The former head of the State Intelligence Service (SIS), who was arrested in February on charges of conspiring with Islamist militants to carry out the 2019 Easter bombings, has undergone surgery to remove pus from his right hand.

According to his wife, Manori, both of his hands became swollen due to an infection and turned red. Sallay, who has dismissed the allegations against him as fabricated, also developed a fever.

The surgery, though minor otherwise, “itself made Suresh very weak”, she said. “He felt slightly better today.”

However, Sallay still finds it difficult to sit up and talk even when family members visit him at the government-run National Hospital, where he was taken on June 7, two days after starting a hunger strike in protest against what he and his family said was torture in detention.

The government has repeatedly insisted that he was not tortured. But it has not explained how and why his health deteriorated sharply after just two nights of fasting.

“Suresh struggles to breathe,” his wife said. “He just cannot talk at length, even if he wants to. It is all very painful for all of us.”

A Sri Lankan Muslim alleged while seeking asylum in Switzerland in late 2019 that Sallay, a career intelligence officer, plotted with Islamists to bomb churches and hotels on Easter day in 2019, killing over 600 people and injuring hundreds.

The dead included foreigners. The massacre was claimed by the Islamic State and executed by its Sri Lankan affiliate.

The allegation is that Sallay wanted to create a fear psychosis so that former Defence Secretary Gotabaya Rajapaksa, with whom he was close, could win the next presidential battle.

Gotabaya Rajapaksa did become president following the election held months later. He promptly appointed Sallay as head of the State Intelligence Service (SIS), Sri Lanka’s main intelligence agency

Those close to Sallay say the aim of the Janatha Vimukthi Peramuna (JVP) government is to ultimately arrest Gotabaya Rajapaksa, whose presidency ended abruptly in 2022 in the wake of the country’s economic collapse.

While the authorities have now allowed Manori as well as their son and daughter to visit Sallay daily for 15 minutes, the Criminal Investigation Department (CID) has denied similar permission to his lawyer.
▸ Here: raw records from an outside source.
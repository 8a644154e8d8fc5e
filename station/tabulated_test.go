package station

import (
	"math"
	"strings"
	"testing"

	"slantwise/orbit/unit"
)

func mustElevation(t *testing.T, rows ...[2]float64) *Tabulated {
	t.Helper()
	q, err := TabulateElevation(rows)
	if err != nil {
		t.Fatal(err)
	}
	return q
}

func TestTabulatedElevation(t *testing.T) {
	q := mustElevation(t, [2]float64{5, 110}, [2]float64{10, 75}, [2]float64{30, 45}, [2]float64{90, 30})
	for _, c := range []struct{ el, want float64 }{ // linear between the nodes: definition
		{5, 110}, {7.5, 92.5}, {10, 75}, {20, 60}, {60, 37.5}, {90, 30},
		{3, 110}, {-5, 110}, // held below the table
	} {
		if got := q.Value(unit.Angle(c.el) * unit.Degree); math.Abs(got-c.want) > 1e-12 {
			t.Errorf("at %g deg: got %g, want %g", c.el, got, c.want)
		}
	}
	if low, high := q.Span(); low != 5*unit.Degree || high != 90*unit.Degree || q.IsConstant() {
		t.Errorf("span %v to %v, constant %v", low.Degrees(), high.Degrees(), q.IsConstant())
	}
}

func TestTabulatedGrid(t *testing.T) {
	q, err := TabulateGrid([][3]float64{{10, 8000, 20}, {90, 8000, 24}, {90, 8400, 26}, {10, 8400, 21}})
	if err != nil {
		t.Fatal(err)
	}
	for _, c := range []struct{ el, mhz, want float64 }{ // bilinear: definition
		{10, 8000, 20}, {90, 8400, 26}, {50, 8000, 22}, {50, 8200, 22.75}, {10, 8100, 20.25},
	} {
		at := q.AtFrequency(unit.Frequency(c.mhz) * unit.Megahertz)
		if got := at.Value(unit.Angle(c.el) * unit.Degree); math.Abs(got-c.want) > 1e-9 {
			t.Errorf("at %g deg and %g MHz: got %g, want %g", c.el, c.mhz, got, c.want)
		}
	}
	for mhz, want := range map[float64]bool{7999: false, 8000: true, 8400: true, 8401: false} {
		if got := q.HoldsFrequency(unit.Frequency(mhz) * unit.Megahertz); got != want {
			t.Errorf("holds %g MHz: %v, want %v", mhz, got, want)
		}
	}
	if !Constant(3).HoldsFrequency(1) || Constant(3).Value(1) != 3 {
		t.Error("a single figure does not hold everywhere")
	}
}

func TestBadTables(t *testing.T) {
	for _, c := range []struct {
		name string
		rows [][3]float64
		want string
	}{
		{"empty", nil, "no rows"},
		{"not a number", [][3]float64{{10, 0, math.NaN()}}, "row 1"},
		{"elevation 91", [][3]float64{{91, 0, 1}}, "-90 to 90 deg"},
		{"twice", [][3]float64{{10, 0, 1}, {10, 0, 2}}, "stands twice"},
		{"hole", [][3]float64{{10, 8000, 1}, {20, 8000, 2}, {10, 8400, 3}}, "no row for elevation 20 deg with frequency 8400 MHz"},
	} {
		if _, err := TabulateGrid(c.rows); err == nil || !strings.Contains(err.Error(), c.want) {
			t.Errorf("%s: got %v, want %q in it", c.name, err, c.want)
		}
	}
	if _, err := TabulateElevation([][2]float64{{10, 1}, {5, 2}}); err == nil || !strings.Contains(err.Error(), "row 2: elevation 5 deg does not rise over 10 deg") {
		t.Errorf("unsorted: got %v", err)
	}
}
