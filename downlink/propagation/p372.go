package propagation

import (
	"fmt"
	"math"

	"slantwise/orbit/unit"
)

// GalacticBrightness returns the mean brightness of the galaxy without the cosmic
// background: up to 100 MHz by Rec. ITU-R P.372-16 equation (13), the median of a
// vertical antenna (deciles 2 dB either way), above 100 MHz from there by the
// spectrum of its equation (14). A narrow beam sees from half of it to ten times it,
// by where in the galaxy it looks. From 10 MHz, under which the ionosphere shields.
func GalacticBrightness(f unit.Frequency) (unit.Temperature, error) {
	mhz := f.Megahertz()
	if err := within("frequency", mhz, "MHz", 10, 1e6, "the ionosphere shields the sky below"); err != nil {
		return 0, err
	}
	if mhz <= 100 {
		return unit.ReferenceTemperature * unit.Temperature(unit.DB(52-23*math.Log10(mhz)).Ratio()), nil
	}
	at100 := unit.ReferenceTemperature * unit.Temperature(unit.DB(52-23*2).Ratio())
	return ScaleGalactic(at100, 100*unit.Megahertz, f)
}

// ScaleGalactic returns the galactic brightness at f from the brightness known at
// another frequency (such as a sky map at 408 MHz, its cosmic background taken off),
// by the spectrum f^-2.75. Source: Rec. ITU-R P.372-16 equation (14), without its
// cosmic term.
func ScaleGalactic(known unit.Temperature, at, f unit.Frequency) (unit.Temperature, error) {
	err := firstError(notNegative("galactic brightness", known.Kelvins(), "K"),
		positive("frequency", at.Megahertz(), "MHz"), positive("frequency", f.Megahertz(), "MHz"))
	if err != nil {
		return 0, err
	}
	return known * unit.Temperature(math.Pow(float64(f/at), -2.75)), nil
}

// Environment is a class of surroundings of a station by their man-made noise.
type Environment int

// Environments of Rec. ITU-R P.372-16, from loud to quiet.
const (
	City Environment = iota
	Residential
	Rural
	QuietRural
)

var environmentNames = [...]string{"city", "residential", "rural", "quiet rural"}

// String returns "city", "residential", "rural" or "quiet rural".
func (e Environment) String() string {
	if e < City || e > QuietRural {
		return fmt.Sprintf("environment %d", int(e))
	}
	return environmentNames[e]
}

// manMadeCurves are c and d of Fam = c - d log10(f in MHz), P.372-16 Part 6 Table 1.
var manMadeCurves = [...]struct{ c, d float64 }{{76.8, 27.7}, {72.5, 27.7}, {67.2, 27.7}, {53.6, 28.6}}

// ManMadeNoise returns the median noise temperature of man-made noise as a short
// vertical antenna at the ground takes it in, and warnings; an antenna that looks up
// takes in less, which no Recommendation puts a figure to. Stated range 0.3 to
// 250 MHz; in a city the line 44.3 - 12.3 log10(f) of P.372-8 §5 (2003) follows where
// it crosses the other, to 900 MHz. Source: Rec. ITU-R P.372-16 Part 6.
func ManMadeNoise(f unit.Frequency, e Environment) (unit.Temperature, []Note, error) {
	if e < City || e > QuietRural {
		return 0, nil, fmt.Errorf("%v is not known; give city, residential, rural or quiet rural", e)
	}
	mhz := f.Megahertz()
	if err := within("frequency", mhz, "MHz", 0.3, 1e4, "man-made noise has no model there"); err != nil {
		return 0, nil, err
	}
	var n notes
	fam := manMadeCurves[e].c - manMadeCurves[e].d*math.Log10(mhz)
	top := 250.0
	if e == City {
		top = 900
		fam = math.Max(fam, 44.3-12.3*math.Log10(mhz))
	}
	n.beyond("P.372-16 Part 6 ("+e.String()+")", "frequency", mhz, "MHz", 0.3, top)
	return unit.ReferenceTemperature * unit.Temperature(unit.DB(fam).Ratio()), n, nil
}
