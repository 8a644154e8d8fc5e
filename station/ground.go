package station

import (
	"math"

	"slantwise/orbit"
	"slantwise/orbit/unit"
)

// Place is a point over the Earth's ellipsoid WGS-84.
type Place struct {
	Latitude  unit.Angle  // geodetic, north-positive
	Longitude unit.Angle  // east-positive, in (-180°, 180°]
	Height    unit.Length // over the ellipsoid
}

const eccentricitySquared = Flattening * (2 - Flattening)

// PlaceBelow returns where an Earth-fixed position in m stands: the foot of the normal
// through it and its height. It is good to a micrometre for heights from -100 km up
// (TestPlaceBelow, against Site.Position). The longitude on the Earth's axis is 0; the
// position must lie farther than 100 km from the Earth's centre.
//
// Source: the fixed-point form of the normal's equation, tan φ = (z + e² N sin φ)/p;
// common practice.
func PlaceBelow(position orbit.Vec3) Place {
	p := math.Hypot(position.X, position.Y)
	lat := math.Atan2(position.Z, p*(1-eccentricitySquared))
	for range 12 {
		s, before := math.Sin(lat), lat
		n := EquatorialRadius / math.Sqrt(1-eccentricitySquared*s*s)
		if lat = math.Atan2(position.Z+eccentricitySquared*n*s, p); math.Abs(lat-before) < 1e-15 {
			break
		}
	}
	s, c := math.Sincos(lat)
	height := p*c + position.Z*s - EquatorialRadius*math.Sqrt(1-eccentricitySquared*s*s)
	return Place{Latitude: unit.Angle(lat), Longitude: unit.Angle(math.Atan2(position.Y, position.X)), Height: unit.Length(height)}
}

// Above returns where the ray of a direction passes a height over the ellipsoid: with
// the height of a spacecraft, the point under which it stands when the site sees it in
// this direction. The height must be above the site's, and the elevation at least that
// of a Site, -5°. TestAbove looks back at it.
func (f *Frame) Above(d Direction, height unit.Length) Place {
	sa, ca := math.Sincos(float64(d.Azimuth))
	se, ce := math.Sincos(float64(d.Elevation))
	ray := f.East.Scale(sa * ce).Add(f.North.Scale(ca * ce)).Add(f.Up.Scale(se))
	// On a sphere around the Earth's centre first, then by Newton along the ray: the
	// height grows by the sine of the angle at which the ray leaves the ellipsoid.
	radius := EquatorialRadius + float64(height)
	b := f.Origin.Dot(ray)
	r := -b + math.Sqrt(math.Max(0, b*b+radius*radius-f.Origin.Dot(f.Origin)))
	p := PlaceBelow(f.Origin.Add(ray.Scale(r)))
	for range 12 {
		off := float64(height - p.Height)
		if math.Abs(off) < 1e-6 {
			break
		}
		sl, cl := math.Sincos(float64(p.Latitude))
		so, co := math.Sincos(float64(p.Longitude))
		r += off / ray.Dot(orbit.Vec3{X: cl * co, Y: cl * so, Z: sl})
		p = PlaceBelow(f.Origin.Add(ray.Scale(r)))
	}
	return p
}
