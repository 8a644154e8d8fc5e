package station

import (
	"slantwise/orbit"
	"slantwise/orbit/unit"
)

// Look is the direction and distance from a site to a spacecraft, and how they
// change. Azimuth is clockwise from true north in [0, 2π), elevation to the plane
// normal to the ellipsoid, both of the straight line.
type Look struct {
	Azimuth, Elevation         unit.Angle
	Range                      unit.Length
	RangeRate                  unit.Speed // positive: receding
	AzimuthRate, ElevationRate unit.AngularRate
}

// Frame is the local east, north, up frame of a site, prepared once.
type Frame struct {
	Origin          orbit.Vec3 // Earth-fixed position, m
	East, North, Up orbit.Vec3 // unit vectors
}
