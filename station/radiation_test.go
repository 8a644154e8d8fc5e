package station

import (
	"math"
	"math/cmplx"
	"testing"

	"slantwise/orbit/unit"
)

// onAxis is the density on the axis of a uniformly lit circular aperture over P/A, by
// Fresnel's integral summed over rings: |k/R ∫ r exp(i k r²/(2R)) dr|².
func onAxis(d, lambda, distance float64) float64 {
	const rings = 200_000
	k, h := 2*math.Pi/lambda, d/2/rings
	sum := complex(0, 0)
	for i := range rings {
		r := (float64(i) + 0.5) * h
		sum += complex(r*h, 0) * cmplx.Exp(complex(0, k*r*r/(2*distance)))
	}
	a := cmplx.Abs(sum) * k / distance
	return a * a
}

func sender(t *testing.T) *Antenna {
	t.Helper()
	power, err := unit.LevelWatts(100)
	if err != nil {
		t.Fatal(err)
	}
	a := &Antenna{Name: "dish", Kind: Dish, Diameter: 3.7, Efficiency: 1, Transmit: &Transmit{Power: power}}
	out, err := a.Sending(2065 * unit.Megahertz)
	if err != nil {
		t.Fatal(err)
	}
	return out
}

// TestNearField holds the bound to Fresnel's integral, and the far field to EIRP over the
// sphere.
func TestNearField(t *testing.T) {
	a := sender(t)
	f := 2065 * unit.Megahertz
	lambda, area := f.Wavelength().Metres(), math.Pi*3.7*3.7/4
	r, ok := a.RadiationAt(f)
	if !ok {
		t.Fatal("no radiation")
	}
	if got := r.NearFieldEnd.Metres(); math.Abs(got-3.7*3.7/4/lambda) > 1e-9 {
		t.Errorf("near field ends at %v m", got)
	}
	for x := 0.05; x < 40; x *= 1.11 {
		d := r.NearFieldEnd.Metres() * x
		want := onAxis(3.7, lambda, d) * 100 / area
		got := r.DensityAt(unit.Length(d))
		if want > got*(1+1e-6) || x > 1 && x < 8 && math.Abs(got/want-1) > 1e-6 {
			t.Errorf("at %.3g near fields: %.6g W/m², Fresnel's integral %.6g", x, got, want)
		}
	}
	d := 100 * r.FarFieldFrom.Metres()
	if got, want := r.DensityAt(unit.Length(d)), r.EIRP.Watts()/(4*math.Pi*d*d); math.Abs(got/want-1) > 1e-5 {
		t.Errorf("far away %.6g W/m², want %.6g", got, want)
	}
	if got := r.DensityAt(1e-3); got != 4*100/area {
		t.Errorf("at the aperture %v W/m²", got)
	}
}

// TestRadiationWithoutAperture: of an antenna whose size is not known the far field alone.
func TestRadiationWithoutAperture(t *testing.T) {
	power, err := unit.LevelWatts(50)
	if err != nil {
		t.Fatal(err)
	}
	a := &Antenna{Name: "yagi", Kind: Directive, Gain: Constant(13), Transmit: &Transmit{Power: power, LineLoss: 3},
		ExtraLosses: []Loss{{Name: "splitter", Loss: 1}}}
	r, ok := a.RadiationAt(145 * unit.Megahertz)
	// 50 W less 4 dB times 13 dBi: 397 W over 4π (10 m)².
	if got, want := r.DensityAt(10), 50*math.Pow(10, 0.9)/(400*math.Pi); !ok || math.Abs(got/want-1) > 1e-9 || !math.IsNaN(r.NearFieldMost) {
		t.Errorf("%v W/m², want %v; near field %v", got, want, r.NearFieldMost)
	}
}
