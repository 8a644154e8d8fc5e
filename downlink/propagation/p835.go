package propagation

import (
	"fmt"
	"math"

	"slantwise/orbit/unit"
)

// Season picks between the reference atmospheres of a latitude.
type Season int

// Seasons. Year is the mean of summer and winter at each height, which is a rule of
// this package: the Recommendation gives the two seasons only.
const (
	Year Season = iota
	Summer
	Winter
)

// String returns "year", "summer" or "winter".
func (s Season) String() string { return [...]string{"year", "summer", "winter"}[s] }

// air is the state of the air at a height: temperature in K, total pressure in hPa,
// density of water vapour in g/m³.
type air struct{ tK, hPa, rho float64 }

// dry returns the pressure of the air without its vapour, never below 0.
func (a air) dry() float64 { return math.Max(0, a.hPa-vapourPressure(a.rho, a.tK)) }

// Atmosphere is a vertical profile of the air, from 0.5 km below the sea to 100 km,
// where it ends. It is immutable.
type Atmosphere struct {
	name string
	at   func(hKm float64) air
}

// topKm is where the reference atmospheres and every profile here end.
const topKm = 100

// Name says what the profile is, in words for a report.
func (a Atmosphere) Name() string { return a.name }

// MeanAnnualGlobal returns the mean annual global reference atmosphere with a
// vapour density at sea level (7.5 g/m³ is the Recommendation's) that falls with a
// scale height of 2 km. Source: Rec. ITU-R P.835-6 Annex 1 §1.
func MeanAnnualGlobal(seaLevelVapour VapourDensity) (Atmosphere, error) {
	rho0 := seaLevelVapour.GramsPerCubicMetre()
	if err := within("water vapour density at sea level", rho0, "g/m3", 0, 50, ""); err != nil {
		return Atmosphere{}, err
	}
	return Atmosphere{name: fmt.Sprintf("P.835-6 mean annual global, %s g/m3 at sea level", number(rho0)),
		at: func(h float64) air { return globalAir(h, rho0) }}, nil
}

// ReferenceAtmosphere returns the reference atmosphere of a latitude and season:
// low (under 22°, no seasons), middle (22° to 45°) or high latitude. Source: Rec.
// ITU-R P.835-6 Annex 1 §2 to §4.
func ReferenceAtmosphere(latitude unit.Angle, season Season) (Atmosphere, error) {
	lat := math.Abs(latitude.Degrees())
	if err := checkLatitude(lat); err != nil {
		return Atmosphere{}, err
	}
	if season < Year || season > Winter {
		return Atmosphere{}, fmt.Errorf("season %d is not known; give year, summer or winter", int(season))
	}
	if lat < 22 {
		return Atmosphere{"P.835-6 low latitude", lowLatitude.at}, nil
	}
	name, summer, winter := "middle", middleSummer, middleWinter
	if lat > 45 {
		name, summer, winter = "high", highSummer, highWinter
	}
	switch season {
	case Summer:
		return Atmosphere{"P.835-6 " + name + " latitude, summer", summer.at}, nil
	case Winter:
		return Atmosphere{"P.835-6 " + name + " latitude, winter", winter.at}, nil
	}
	return Atmosphere{"P.835-6 " + name + " latitude, mean of summer and winter", func(h float64) air {
		s, w := summer.at(h), winter.at(h)
		return air{(s.tK + w.tK) / 2, (s.hPa + w.hPa) / 2, (s.rho + w.rho) / 2}
	}}, nil
}

// globalAir is P.835-6 Annex 1 §1: temperature and pressure of the U.S. Standard
// Atmosphere 1976 and exponential vapour, of which a pressure of 2e-6 of the whole
// is left at any height.
func globalAir(h, rho0 float64) air {
	t, p := globalTemperature(h), globalPressure(h)
	rho := rho0 * math.Exp(-h/2)
	if rho > 0 && vapourPressure(rho, t) < 2e-6*p {
		rho = 2e-6 * p * 216.7 / t
	}
	return air{t, p, rho}
}

// geopotential returns the geopotential height in km, P.835-6 equation (1a).
func geopotential(h float64) float64 { return 6356.766 * h / (6356.766 + h) }

func globalTemperature(h float64) float64 {
	if h >= 86 {
		if h < 91 {
			return 186.8673
		}
		u := (h - 91) / 19.9429
		return 263.1905 - 76.3232*math.Sqrt(1-u*u)
	}
	g := geopotential(h)
	switch {
	case g <= 11:
		return 288.15 - 6.5*g
	case g <= 20:
		return 216.65
	case g <= 32:
		return 216.65 + (g - 20)
	case g <= 47:
		return 228.65 + 2.8*(g-32)
	case g <= 51:
		return 270.65
	case g <= 71:
		return 270.65 - 2.8*(g-51)
	}
	return 214.65 - 2*(g-71)
}

func globalPressure(h float64) float64 {
	if h >= 86 {
		return math.Exp(95.571899 + h*(-4.011801+h*(6.424731e-2+h*(-4.789660e-4+h*1.340543e-6))))
	}
	g := geopotential(h)
	switch {
	case g <= 11:
		return 1013.25 * math.Pow(288.15/(288.15-6.5*g), -34.1632/6.5)
	case g <= 20:
		return 226.3226 * math.Exp(-34.1632*(g-11)/216.65)
	case g <= 32:
		return 54.74980 * math.Pow(216.65/(216.65+(g-20)), 34.1632)
	case g <= 47:
		return 8.680422 * math.Pow(228.65/(228.65+2.8*(g-32)), 34.1632/2.8)
	case g <= 51:
		return 1.109106 * math.Exp(-34.1632*(g-47)/270.65)
	case g <= 71:
		return 0.6694167 * math.Pow(270.65/(270.65-2.8*(g-51)), -34.1632/2.8)
	}
	return 0.03956649 * math.Pow(214.65/(214.65-2*(g-71)), -34.1632/2)
}
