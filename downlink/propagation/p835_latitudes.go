package propagation

import "math"

// latitudeAir holds one of the reference atmospheres by latitude, P.835-6 Annex 1 §2
// to §4. Heights are geometric, in km.
type latitudeAir struct {
	temperature func(h float64) float64 // K
	p0, p1, p2  float64                 // hPa, up to 10 km: p0 + p1 h + p2 h²
	fall10      float64                 // 1/km from 10 km to 72 km
	fall72      float64                 // 1/km above 72 km
	rho0        float64                 // g/m³
	e1, e2      float64                 // exponent of the vapour: e1 h + e2 h² + e3 h³ + e4 h⁴
	e3, e4      float64
	vapourTop   float64 // km; none above
}

func (l latitudeAir) at(h float64) air {
	a := air{tK: l.temperature(h), hPa: l.pressure(h)}
	if h <= l.vapourTop {
		a.rho = l.rho0 * math.Exp(h*(l.e1+h*(l.e2+h*(l.e3+h*l.e4))))
	}
	return a
}

func (l latitudeAir) pressure(h float64) float64 {
	switch {
	case h <= 10:
		return l.p0 + h*(l.p1+h*l.p2)
	case h <= 72:
		return l.pressure(10) * math.Exp(-l.fall10*(h-10))
	}
	return l.pressure(72) * math.Exp(-l.fall72*(h-72))
}

var lowLatitude = latitudeAir{
	temperature: func(h float64) float64 {
		switch {
		case h < 17:
			return 300.4222 - 6.3533*h + 0.005886*h*h
		case h < 47:
			return 194 + (h-17)*2.533
		case h < 52:
			return 270
		case h < 80:
			return 270 - (h-52)*3.0714
		}
		return 184
	},
	p0: 1012.0306, p1: -109.0338, p2: 3.6316, fall10: 0.147, fall72: 0.165,
	rho0: 19.6542, e1: -0.2313, e2: -0.1122, e3: 0.01351, e4: -0.0005923, vapourTop: 15,
}

var middleSummer = latitudeAir{
	temperature: func(h float64) float64 {
		switch {
		case h < 13:
			return 294.9838 - 5.2159*h - 0.07109*h*h
		case h < 17:
			return 215.15
		case h < 47:
			return 215.15 * math.Exp((h-17)*0.008128)
		case h < 53:
			return 275
		case h < 80:
			return 275 + (1-math.Exp((h-53)*0.06))*20
		}
		return 175
	},
	p0: 1012.8186, p1: -111.5569, p2: 3.8646, fall10: 0.147, fall72: 0.165,
	rho0: 14.3542, e1: -0.4174, e2: -0.02290, e3: 0.001007, vapourTop: 15,
}

var middleWinter = latitudeAir{
	temperature: func(h float64) float64 {
		switch {
		case h < 10:
			return 272.7241 - 3.6217*h - 0.1759*h*h
		case h < 33:
			return 218
		case h < 47:
			return 218 + (h-33)*3.3571
		case h < 53:
			return 265
		case h < 80:
			return 265 - (h-53)*2.0370
		}
		return 210
	},
	p0: 1018.8627, p1: -124.2954, p2: 4.8307, fall10: 0.147, fall72: 0.155,
	rho0: 3.4742, e1: -0.2697, e2: -0.03604, e3: 0.0004489, vapourTop: 10,
}

var highSummer = latitudeAir{
	temperature: func(h float64) float64 {
		switch {
		case h < 10:
			return 286.8374 - 4.7805*h - 0.1402*h*h
		case h < 23:
			return 225
		case h < 48:
			return 225 * math.Exp((h-23)*0.008317)
		case h < 53:
			return 277
		case h < 79:
			return 277 - (h-53)*4.0769
		}
		return 171
	},
	p0: 1008.0278, p1: -113.2494, p2: 3.9408, fall10: 0.140, fall72: 0.165,
	rho0: 8.988, e1: -0.3614, e2: -0.005402, e3: -0.001955, vapourTop: 15,
}

var highWinter = latitudeAir{
	temperature: func(h float64) float64 {
		switch {
		case h < 8.5:
			return 257.4345 + 2.3474*h - 1.5479*h*h + 0.08473*h*h*h
		case h < 30:
			return 217.5
		case h < 50:
			return 217.5 + (h-30)*2.125
		case h < 54:
			return 260
		}
		return 260 - (h-54)*1.667
	},
	p0: 1010.8828, p1: -122.2411, p2: 4.554, fall10: 0.147, fall72: 0.150,
	rho0: 1.2319, e1: 0.07481, e2: -0.0981, e3: 0.00281, vapourTop: 10,
}
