package propagation

import (
	"bufio"
	"bytes"
	"encoding/csv"
	"errors"
	"fmt"
	"io"
)

// BatchReport tells how a batch went.
type BatchReport struct {
	Rows     int          // evaluated
	Bad      []*CellError // rows without a result
	Warnings []Note       // beyond a stated range, by line
}

// RunBatch reads a table in CSV and writes it with the model's results behind. A bad
// row stops it before anything is written, with all bad rows in the error; with
// keepGoing the row's results stay empty and the bad rows are in the report alone.
func RunBatch(o BatchOptions, in io.Reader, out io.Writer, keepGoing bool) (BatchReport, error) {
	var report BatchReport
	reader := csv.NewReader(withoutMark(in))
	reader.FieldsPerRecord = -1 // Row counts, and says which line
	header, err := reader.Read()
	if errors.Is(err, io.EOF) {
		return report, errors.New("the table is empty; give a header line and rows")
	}
	if err != nil {
		return report, fmt.Errorf("header: %w", err)
	}
	b, err := NewBatch(o, header)
	if err != nil {
		return report, err
	}
	var held bytes.Buffer
	writer := csv.NewWriter(&held)
	record := func(cells, results []string) error {
		return writer.Write(append(append([]string(nil), cells...), results...))
	}
	if err := record(header, b.Results()); err != nil {
		return report, err
	}
	empty := make([]string, len(b.Results()))
	for {
		cells, err := reader.Read()
		if errors.Is(err, io.EOF) {
			break
		}
		if err != nil {
			return report, err // the reader names the line; what follows it cannot be told apart
		}
		line, _ := reader.FieldPos(0)
		results, err := b.Row(line, cells)
		var bad *CellError
		switch {
		case errors.As(err, &bad):
			report.Bad = append(report.Bad, bad)
			results = empty
		case err != nil:
			return report, err
		default:
			report.Rows++
		}
		if err := record(cells, results); err != nil {
			return report, err
		}
	}
	report.Warnings = b.Warnings()
	if len(report.Bad) > 0 && !keepGoing {
		var all []error
		for _, bad := range report.Bad {
			all = append(all, bad)
		}
		return report, errors.Join(all...)
	}
	writer.Flush()
	if err := writer.Error(); err != nil {
		return report, err
	}
	_, err = out.Write(held.Bytes())
	return report, err
}

// withoutMark drops a byte order mark, which spreadsheets put in front.
func withoutMark(in io.Reader) io.Reader {
	r := bufio.NewReader(in)
	if mark, err := r.Peek(3); err == nil && string(mark) == "\ufeff" {
		_, _ = r.Discard(3) // what was peeked can be discarded
	}
	return r
}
A June 13 communication from CID Director Shani Abeysekara said Sallay required “continuous mental rest” and so should not be disturbed by other visitors, including his legal representatives.

The CID statement, however, appeared to contradict Additional Solicitor General Dileepa Peeris, who had told the court that the former spymaster was putting on an “Oscar-worthy performance” by feigning mental trauma.

Asked about the CID communication, Manori said: “Well, that does prove that they have mentally tortured Suresh and that he needs rest.”

On June 14, Manori questioned the justification offered to deny legal access to her husband in hospital.

She said in a communication to the CID Director that her husband went on hunger strike due to “a direct consequence of the physical, psychological, and emotional suffering he has endured whilst under the custody and control of officers attached to the Crime Investigation Department.

“Consequently, the responsibility for ensuring his safety, dignity, and well-being rests squarely upon your office,” she wrote.

Late last week, the Sallays’ daughter finally saw her father in the hospital’s isolation row for the first time after 105 days. Manori said the daughter had been traumatised by his condition, constantly worrying that he would die.

Since his admission in hospital, Sallay, detained under the notorious Prevention of Terrorism Act (PTA), has continued his hunger strike but has been put on saline.

Government ministers claim they have enough evidence to back the charges against Sallay. This claim has been debunked by not just the former SIS chief but also some of his colleagues.

A section of Sinhalese Buddhist politicians has come out openly in Sallay’s support, saying the government had relied on spurious charges to cause agony to a man who led a covert war against the once powerful Tamil Tigers.